1.2.6 Mach Bands, Hermann’s Grid
To demonstrate the effect of lateral inhibition, consider the stepwise stretching of gray color in Figure 1.2.16. The left side of each vertical rectangular strip will appear a little lighter than its right side, which causes an increase in edge contrast. However, each strip has the same lightness; it is filled with a uniform gray color. This can be easily seen if we examine each rectangle alternately, covering the others. The effect of changing the lightness of the marginal sections is named after the 19th-century German physiologist Ernst Mach, who first described this phenomenon [Abbasov, 2016].
Spatial frequencies
Contrast areas of the surrounding field of view can be characterized by spatial frequency, i.e., the number of luminosity variations in a certain part of space. For experimental confirmation, consider Figure 1.2.17. The left upper lattice has a relatively low spatial frequency (wide bands), and the lower one has a higher frequency (narrow bands). The spatial frequencies (bandwidths) of the grids in Figure 1.2.17, on the right are identical and they occupy an intermediate position. Cover the grids in Figure 1.2.17, on the right and for at least 60 s, carefully examine the grids in Figure 1.2.17, on the right, fixing the view on the central horizontal strip between the gratings. After completion of the adaptation period, translate the view into the strip in the center between the two gratings in Figure 1.2.17, on the right. Spatial frequencies will no longer seem identical: the spatial frequency of the upper lattice will seem higher (denser) than the spatial frequency of the lower lattice [Shiffman, 2008], [Gusev, 2007].
Figure 1.2.16 Mach bands.
Figure 1.2.17 Spatial frequency.
Consider the effects based on the phenomenon of lateral inhibition, these include the lattice of Hermann and light contrast. Figure 1.2.18 shows the German grid (German physiologist Ludimar Hermann in 1870), it consists of a white square grid pattern on a black background. The lightness of the white stripes is the same along the entire length; however, phantom gray spots will appear at their intersections. They are due to the suppression of the neural activity of neighboring cells of the retina. If we concentrate our gaze on a separate point of intersection, the gray spot will disappear. In this case, the image is projected on the central fossa, and gray spots appear on other crosshairs, which will be projected on the peripheral areas of the retina with high sensitivity.
Figure 1.2.18 Hermann’s grid.
Figure 1.2.19 “Complementary” grid of Hermann.

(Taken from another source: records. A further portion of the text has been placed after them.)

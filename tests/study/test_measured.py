"""Measured drop-ins: which rows the bands miss is what the README says, no more and no fewer.

Source of the rows: open abstracts, named in tests/published/measured_drop_ins.csv.
"""

from __future__ import annotations

import importlib.util
import re
import sys
from pathlib import Path

TOP = Path(__file__).parents[2]
SCRIPT = TOP / "tests" / "bench" / "measured.py"


def test_the_rows_that_miss_are_those_of_the_readme() -> None:
    """The README names each change whose measured value lies outside the band on the same plant, and the share."""
    spec = importlib.util.spec_from_file_location("measured", SCRIPT)
    assert spec is not None
    assert spec.loader is not None
    module = importlib.util.module_from_spec(spec)
    sys.modules[spec.name] = module
    spec.loader.exec_module(module)
    found = module.measured()
    readme = " ".join((TOP / "README.md").read_text(encoding="utf-8").split())

    missed = [item for item in found if not item.is_inside(item.plant)]
    stated = re.search(r"(\d+) of (\d+) measured values lie inside", readme)
    assert stated is not None
    assert stated.groups() == (str(len(found) - len(missed)), str(len(found)))
    assert {item.row["id"] for item in missed} == {"NAV13-2", "FAL18-407C-2"}
    for text in ("COP of R134a to R1234yf", "pressure ratio of R22 to R407C"):
        assert text in readme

You can observe the colored spots on the crosshairs; for this you can choose a grid and a background complementary in color. Such a color grid is shown in Figure 1.2.19, blue spots will appear on the yellow cross hairs [Abbasov, 2019]. When scaling Hermann’s grid, the “phantom” spots will be more stable; for this it is necessary to move the pattern away to the projection of the grid on the retina. From a long distance, the stripes will narrow and phantom spots will be visible regardless of the gaze fixation.
1.2.7 Light Contrast
A further example of the spatial interaction of neighboring areas of the retina is light contrast. It lies in the fact that the lightness of a small closed figure depends on the intensity of lightness of the massive background area (Figure 1.2.20) [Abbasov, 2016]. From the point of view of light reflected by them, all four central gray circles are identical; however, it seems that they differ in lightness. A circle on a dark background (left edge) seems lighter than a physically identical circle on a light background (right edge). Therefore, this means that the perceived lightness of the surface depends on the intensity of its background.